- [LISTED RECORDS]:

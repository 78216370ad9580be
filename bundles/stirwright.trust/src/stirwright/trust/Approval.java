package stirwright.trust;

import java.time.LocalDate;

/**
 * A line of the user's list of approved bundles. The hash alone counts; the rest is for people.
 *
 * @param sha256 64 hexadecimal digits in lower case
 * @param bundle name and version that the bundle had when it was approved
 * @param date of the approval
 */
public record Approval(String sha256, String bundle, LocalDate date) {}
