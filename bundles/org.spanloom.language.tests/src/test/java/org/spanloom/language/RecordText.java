/*
 * Copyright (c) 2026 Spanloom contributors
 *
 * SPDX-License-Identifier: EPL-2.0
 */
package org.spanloom.language;

import static org.junit.jupiter.api.Assertions.assertEquals;

import java.lang.reflect.RecordComponent;
import java.util.Arrays;
import java.util.Collection;
import java.util.Map;
import java.util.Optional;
import org.spanloom.language.text.Span;

/**
 * Writes trees and models as text without the places in them, so that two of them can be compared
 * and the difference can be read.
 */
public final class RecordText {

  private final StringBuilder text = new StringBuilder();

  private RecordText() {}

  /** Returns a record and all it holds, one part a line; places are left out. */
  public static String of(Object value) {
    RecordText written = new RecordText();
    written.write(value, "");
    return written.text.toString();
  }

  /** Fails if two texts differ, and shows the lines around the first difference only. */
  public static void assertSame(String expected, String found, String about) {
    if (!expected.equals(found)) {
      int same = 0;
      while (same < Math.min(expected.length(), found.length())
          && expected.charAt(same) == found.charAt(same)) {
        same++;
      }
      int from = Math.max(0, same - 200);
      assertEquals(part(expected, from), part(found, from), about);
    }
  }

  private static String part(String text, int from) {
    return text.substring(from, Math.min(text.length(), from + 500));
  }

  private void write(Object value, String indent) {
    switch (value) {
      case Span span -> {}
      case Optional<?> optional ->
          optional.ifPresentOrElse(v -> write(v, indent), () -> line(indent, "none"));
      case Collection<?> list -> {
        line(indent, "list of " + list.size());
        list.forEach(v -> write(v, indent + " "));
      }
      case Map<?, ?> map -> write(map.entrySet(), indent);
      case Record record -> record(record, indent);
      case double[] numbers -> line(indent, Arrays.toString(numbers));
      case int[] numbers -> line(indent, Arrays.toString(numbers));
      default -> line(indent, value.toString());
    }
  }

  private void record(Record record, String indent) {
    line(indent, record.getClass().getSimpleName());
    for (RecordComponent component : record.getClass().getRecordComponents()) {
      try {
        component.getAccessor().setAccessible(true);
        write(component.getAccessor().invoke(record), indent + " ");
      } catch (ReflectiveOperationException e) {
        throw new IllegalStateException(e);
      }
    }
  }

  private void line(String indent, String content) {
    text.append(indent).append(content).append('\n');
  }
}
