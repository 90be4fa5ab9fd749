/*
 * Copyright (c) 2026 Spanloom contributors
 *
 * SPDX-License-Identifier: EPL-2.0
 */
package org.spanloom.language;

import java.io.IOException;
import java.io.UncheckedIOException;
import java.nio.file.Files;
import java.nio.file.Path;
import java.util.LinkedHashMap;
import java.util.List;
import java.util.Map;
import java.util.TreeSet;
import java.util.regex.Matcher;
import java.util.regex.Pattern;
import java.util.stream.Stream;

/** The model texts of the repository, for properties that hold for every text. */
public final class TestTexts {

  private static final Path BUNDLES = Path.of("..");
  private static final Path EXAMPLES = Path.of("..", "..", "examples");
  private static final Path PROBLEMS =
      BUNDLES.resolve(
          "org.spanloom.language.tests/src/test/resources/org/spanloom/language/problems");
  private static final Path LAYOUTS = PROBLEMS.resolveSibling("layouts");
  private static final Pattern HELP_MODEL =
      Pattern.compile("(?s)<pre class=\"model\"[^>]*>(.*?)</pre>");

  private TestTexts() {}

  /** Returns the example files and the models of the help pages, by where they come from. */
  public static Map<String, String> models() {
    Map<String, String> texts = new LinkedHashMap<>();
    files(EXAMPLES, ".span").forEach(f -> texts.put(f.toString(), read(f)));
    for (Path page : files(BUNDLES.resolve("org.spanloom.help"), ".html")) {
      Matcher model = HELP_MODEL.matcher(read(page));
      for (int i = 1; model.find(); i++) {
        texts.put(page.getFileName() + " " + i, plain(model.group(1)));
      }
    }
    return texts;
  }

  /** Returns texts with mistakes: the problem cases and the texts of the layout tests. */
  public static Map<String, String> mistakes() {
    Map<String, String> texts = new LinkedHashMap<>();
    for (Path file : files(PROBLEMS, ".cases")) {
      for (String section : read(file).split("(?m)^== ")) {
        int title = section.indexOf('\n');
        int middle = section.indexOf("\n--\n");
        if (middle > title && title > 0) {
          String input = section.substring(title + 1, middle);
          boolean whole =
              file.getFileName().toString().equals("system.cases") || input.contains("system ");
          texts.put(
              file.getFileName() + ": " + section.substring(0, title),
              whole
                  ? input
                  : "system S over t [s] from 0 to 10 { state x [m] = 1; x' = -x/2 [s]\n"
                      + input
                      + "\n}");
        }
      }
    }
    files(LAYOUTS, ".input").forEach(f -> texts.put(f.getFileName().toString(), read(f)));
    return texts;
  }

  /** Returns all of them. */
  public static Map<String, String> all() {
    Map<String, String> texts = new LinkedHashMap<>(models());
    texts.putAll(mistakes());
    return texts;
  }

  private static String plain(String html) {
    return html.replaceAll("<[^>]*>", "")
        .replace("&lt;", "<")
        .replace("&gt;", ">")
        .replace("&quot;", "\"")
        .replace("&amp;", "&");
  }

  private static List<Path> files(Path folder, String ending) {
    try (Stream<Path> files = Files.walk(folder)) {
      return List.copyOf(
          new TreeSet<>(
              files
                  .filter(f -> f.toString().endsWith(ending) && !f.toString().contains("target"))
                  .toList()));
    } catch (IOException e) {
      throw new UncheckedIOException(e);
    }
  }

  private static String read(Path file) {
    try {
      return Files.readString(file);
    } catch (IOException e) {
      throw new UncheckedIOException(e);
    }
  }
}
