import { ClimateStation } from "../../models/climate-station.ts";
import { readStations } from "./read-stations.ts";

/** Fills the climate stations; re-runnable, rows that are there are brought up to date. */
export async function seedReferenceData(): Promise<void> {
  await ClimateStation.bulkCreate(readStations(), {
    updateOnDuplicate: [
      "name",
      "country",
      "latitudeDeg",
      "longitudeDeg",
      "elevationM",
      "record",
      "updatedAt",
    ],
  });
}
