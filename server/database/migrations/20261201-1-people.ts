import { DataTypes } from "sequelize";
import type { Migration } from "../migrate.ts";
import { id, moments, reference } from "./columns.ts";

export const peopleMigration: Migration = {
  name: "20261201-1-people",
  async up(query) {
    await query.createTable("cooperatives", {
      id,
      name: { type: DataTypes.STRING(80), allowNull: false },
      country: { type: DataTypes.CHAR(2), allowNull: false },
      ...moments,
    });
    await query.createTable("people", {
      id,
      name: { type: DataTypes.STRING(80), allowNull: false },
      email: { type: DataTypes.STRING(200), allowNull: false, unique: true },
      google_sub: { type: DataTypes.STRING(255), allowNull: true, unique: true },
      units: { type: DataTypes.STRING(4), allowNull: false, defaultValue: "si" },
      theme: { type: DataTypes.STRING(10), allowNull: false, defaultValue: "system" },
      active_role: { type: DataTypes.STRING(10), allowNull: true },
      active_cooperative_id: reference("cooperatives", true),
      last_seen_at: { type: DataTypes.DATE, allowNull: true },
      ...moments,
    });
    await query.createTable("memberships", {
      id,
      person_id: reference("people"),
      cooperative_id: reference("cooperatives"),
      role: { type: DataTypes.STRING(10), allowNull: false },
      ...moments,
    });
    await query.addIndex("memberships", ["person_id", "cooperative_id", "role"], {
      unique: true,
      name: "memberships_person_cooperative_role",
    });
    await query.createTable("login_sessions", {
      sid: { type: DataTypes.STRING(64), primaryKey: true },
      expires: { type: DataTypes.DATE, allowNull: true },
      data: { type: DataTypes.TEXT("medium"), allowNull: true },
      ...moments,
    });
    await query.addIndex("login_sessions", ["expires"], { name: "login_sessions_expires" });
  },
  async down(query) {
    await query.dropTable("login_sessions");
    await query.dropTable("memberships");
    await query.dropTable("people");
    await query.dropTable("cooperatives");
  },
};
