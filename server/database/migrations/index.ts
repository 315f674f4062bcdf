import type { Migration } from "../migrate.ts";
import { peopleMigration } from "./20261201-1-people.ts";
import { farmsMigration } from "./20261201-2-farms.ts";
import { buildingsMigration } from "./20261201-3-buildings.ts";
import { plansMigration } from "./20261201-4-plans.ts";

/** In the order in which they are applied. */
export const migrations: Migration[] = [peopleMigration, farmsMigration, buildingsMigration, plansMigration];
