import { deliveredOutputW } from "../heaters/delivered-output.ts";
import type { HeaterInput } from "../plan/house-input.ts";
import type { HeaterUnit } from "../plan/sizing-types.ts";

/**
 * The fitted heaters by what they really give at the site's height, a row for each entry of the survey.
 * Shape: heaters, site height m → rows in W. Throws EngineInputError as the heater functions do. Source [NFPA54] through them.
 */
export function installedUnits(heaters: readonly HeaterInput[], elevationM: number): HeaterUnit[] {
  return heaters
    .filter((heater) => heater.count > 0)
    .map((heater) => ({
      outputW: deliveredOutputW({ ...heater, altitudeM: elevationM }),
      count: heater.count,
      existing: true,
      label: heater.label,
    }));
}

/** One entry for every single heater, W. */
export function unitOutputsW(units: readonly HeaterUnit[]): number[] {
  return units.flatMap((unit) => Array<number>(unit.count).fill(unit.outputW));
}

/** All heaters together, W. */
export function totalOutputW(units: readonly HeaterUnit[]): number {
  return units.reduce((sum, unit) => sum + unit.outputW * unit.count, 0);
}
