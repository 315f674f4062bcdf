import { airHeatWK } from "../balance/air-heat.ts";
import type { AirFlows } from "../balance/house-losses.ts";
import { heatRecoveryFrac } from "../livestock/minimum-ventilation.ts";
import type { GainPath } from "../plan/plan-types.ts";
import type { RoomHour } from "./day-run.ts";
import type { MonthEnergyInput, Responses } from "./month-energy.ts";
import { parabolaAt } from "./parabola.ts";
import { responseLossW } from "./shell-response.ts";

/** Air that leaves the house, by the outdoor temperature. */
export type RoomAir = (insideTempC: number, outdoorTempC: number) => AirFlows;

/** A room hour with its parts kept apart, so that the month can be told by path. */
export interface SplitRoomHour extends RoomHour {
  outdoorTempC: number;
  gainsW: Record<GainPath, number>;
  /** Radiated to the sky, W; loss by air and floor edge for each kelvin, W/K. What is left leaves through the cover. */
  skyW: number;
  airWK: number;
  groundWK: number;
  innerFaceC: number;
}

/** Share of the sensible sun that first warms the floor. Source [ISO13790]. */
const SUN_TO_MASS = 0.5;

/**
 * The 24 hours of a typical day as the room feels them.
 * Shape: month, responses by night and day, hourly outdoor temperature °C, brightness factor → 24 hours. Source [ISO13790].
 */
export function roomHours(
  input: MonthEnergyInput,
  responses: Responses,
  hourlyTempC: readonly number[],
  brightness: number,
): SplitRoomHour[] {
  return hourlyTempC.map((outdoorTempC, hour) => {
    const day = input.sun.daylight[hour] ?? false;
    const response = day ? responses.day : responses.night;
    const setpointC = day ? input.daySetpointC : input.nightSetpointC;
    const groupSun = day ? (input.sun.groupSunWM2[hour] ?? []).map((value) => value * brightness) : [];
    const air = input.air(setpointC, outdoorTempC);
    const recovered = heatRecoveryFrac(air.recoveryFrac, setpointC, outdoorTempC);
    const airWK =
      airHeatWK(air.fansM3H, input.shell.pressurePa) * (1 - recovered) +
      airHeatWK(air.leaksM3H, input.shell.pressurePa);
    const groundWK = input.shell.floorEdgeLossWMK * input.shell.perimeterM;
    const surfacesW = responseLossW(response, outdoorTempC, setpointC, groupSun);
    const skyW = parabolaAt(response.skyW, outdoorTempC);
    const differenceK = setpointC - outdoorTempC;
    const sunW = (input.sun.inRoomW[hour] ?? 0) * brightness * input.sensibleShareFrac;
    const lit = Math.abs(hour + 0.5 - 12) < input.lampHours / 2;
    const gainsW = {
      sun: sunW,
      stock: input.stockSensibleW(setpointC),
      lights: lit ? input.lampHeatW : 0,
    };
    return {
      outdoorTempC,
      referenceC: setpointC,
      lossAtReferenceW: surfacesW + (airWK + groundWK) * differenceK,
      lossPerInsideWK: response.lossPerInsideWK + airWK + groundWK,
      gainsW,
      gainAirW: gainsW.stock + gainsW.lights + (1 - SUN_TO_MASS) * sunW,
      gainMassW: SUN_TO_MASS * sunW,
      setpointC,
      ventAtC: Math.max(input.daySetpointC, input.nightSetpointC) + input.ventAboveK,
      innerFaceC: parabolaAt(response.innerFaceC, outdoorTempC),
      skyW,
      airWK,
      groundWK,
    };
  });
}
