import type { GainPath, LossPath, MonthEnergy } from "../plan/plan-types.ts";
import type { RoomHourResult } from "./day-run.ts";
import type { SplitRoomHour } from "./room-hours.ts";

/** A room less than this below its set-point still counts as held, K. Source [THERMOSTAT]. */
const HELD_WITHIN_K = 0.5;
/** A heater that gives less is off, W. */
const HEATING_ABOVE_W = 1;

/** Adds typical days up to a month. */
export class EnergySum {
  private readonly losses: Record<LossPath, number> = { cover: 0, sky: 0, air: 0, ground: 0 };
  private readonly gains: Record<GainPath, number> = { sun: 0, stock: 0, lights: 0 };
  private readonly heaterByHour = Array<number>(24).fill(0);
  private readonly outdoorByHour = Array<number>(24).fill(0);
  private heater = 0;
  private vented = 0;
  private unmet = 0;
  private heatingHours = 0;
  private belowHours = 0;
  private wetHours = 0;
  private readonly insideDewPointC: number;

  constructor(insideDewPointC: number) {
    this.insideDewPointC = insideDewPointC;
  }

  addDay(hours: readonly SplitRoomHour[], results: readonly RoomHourResult[], days: number): void {
    hours.forEach((hour, index) => {
      const result = results[index];
      if (result) this.addHour(hour, result, index, days);
    });
  }

  private addHour(hour: SplitRoomHour, result: RoomHourResult, index: number, days: number): void {
    const insideC = result.insideTempC;
    const lossW = hour.lossAtReferenceW + hour.lossPerInsideWK * (insideC - hour.referenceC);
    // Heat that comes in through a warm shell and leaves with the air again is neither loss nor gain.
    const passingW = lossW < 0 ? Math.min(result.ventedW, -lossW) : 0;
    const counted = lossW < 0 ? days * (1 + passingW / lossW) : days;
    const airW = hour.airWK * (insideC - hour.outdoorTempC);
    const groundW = hour.groundWK * (insideC - hour.outdoorTempC);
    this.losses.air += airW * counted;
    this.losses.ground += groundW * counted;
    this.losses.sky += hour.skyW * counted;
    this.losses.cover += (lossW - airW - groundW - hour.skyW) * counted;
    this.gains.sun += hour.gainsW.sun * days;
    this.gains.stock += hour.gainsW.stock * days;
    this.gains.lights += hour.gainsW.lights * days;
    this.vented += (result.ventedW - passingW) * days;
    this.heater += result.heaterW * days;
    this.unmet += (result.neededW - result.heaterW) * days;
    this.heaterByHour[index] = (this.heaterByHour[index] ?? 0) + result.heaterW * days;
    this.outdoorByHour[index] = (this.outdoorByHour[index] ?? 0) + hour.outdoorTempC * days;
    if (result.heaterW > HEATING_ABOVE_W) this.heatingHours += days;
    if (result.insideTempC < hour.setpointC - HELD_WITHIN_K) this.belowHours += days;
    if (hour.innerFaceC < this.insideDewPointC) this.wetHours += days;
  }

  result(days: number): MonthEnergy {
    const kwh = (wattHours: number) => wattHours / 1000;
    const gainsTotal = this.gains.sun + this.gains.stock + this.gains.lights;
    const used = gainsTotal > 0 ? Math.max(0, 1 - this.vented / gainsTotal) : 0;
    return {
      heaterKwh: kwh(this.heater),
      lossesKwh: {
        cover: kwh(this.losses.cover),
        sky: kwh(this.losses.sky),
        air: kwh(this.losses.air),
        ground: kwh(this.losses.ground),
      },
      gainsKwh: {
        sun: kwh(this.gains.sun * used),
        stock: kwh(this.gains.stock * used),
        lights: kwh(this.gains.lights * used),
      },
      ventedSurplusKwh: kwh(this.vented),
      unmetKwh: kwh(this.unmet),
      heatingHours: this.heatingHours,
      hoursBelowSetpoint: this.belowHours,
      wetCoverHours: this.wetHours,
      heaterByHourW: this.heaterByHour.map((sum) => sum / days),
      outdoorByHourC: this.outdoorByHour.map((sum) => sum / days),
    };
  }
}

- [WHAT TO WORK ON]: The reply should hold only the lines of the listing above starting at the line containing "private void write(Object" and ending at the line containing "private static final Pattern", exactly as written.

- [PROBLEM SOLUTION]:
  private void write(Object value, String indent) {
    switch (value) {
      case Span span -> {}
      case Optional<?> optional ->
          optional.ifPresentOrElse(v -> write(v, indent), () -> line(indent, "none"));
      case Collection<?> list -> {
        line(indent, "list of " + list.size());
        list.forEach(v -> write(v, indent + " "));
      }
      case Map<?, ?> map -> write(map.entrySet(), indent);
      case Record record -> record(record, indent);
      case double[] numbers -> line(indent, Arrays.toString(numbers));
      case int[] numbers -> line(indent, Arrays.toString(numbers));
      default -> line(indent, value.toString());
    }
  }

  private void record(Record record, String indent) {
    line(indent, record.getClass().getSimpleName());
    for (RecordComponent component : record.getClass().getRecordComponents()) {
      try {
        component.getAccessor().setAccessible(true);
        write(component.getAccessor().invoke(record), indent + " ");
      } catch (ReflectiveOperationException e) {
        throw new IllegalStateException(e);
      }
    }
  }

  private void line(String indent, String content) {
    text.append(indent).append(content).append('\n');
  }
}
repository 90be4fa5ab9fd749
/*
 * Copyright (c) 2026 Spanloom contributors
 *
 * SPDX-License-Identifier: EPL-2.0
 */
package org.spanloom.language;

import java.io.IOException;
import java.io.UncheckedIOException;
import java.nio.file.Files;
import java.nio.file.Path;
import java.util.LinkedHashMap;
import java.util.List;
import java.util.Map;
import java.util.TreeSet;
import java.util.regex.Matcher;
import java.util.regex.Pattern;
import java.util.stream.Stream;

/** The model texts of the repository, for properties that hold for every text. */
public final class TestTexts {

  private static final Path BUNDLES = Path.of("..");
  private static final Path EXAMPLES = Path.of("..", "..", "examples");
  private static final Path PROBLEMS =
      BUNDLES.resolve(
          "org.spanloom.language.tests/src/test/resources/org/spanloom/language/problems");
  private static final Path LAYOUTS = PROBLEMS.resolveSibling("layouts");
  private static final Pattern HELP_MODEL =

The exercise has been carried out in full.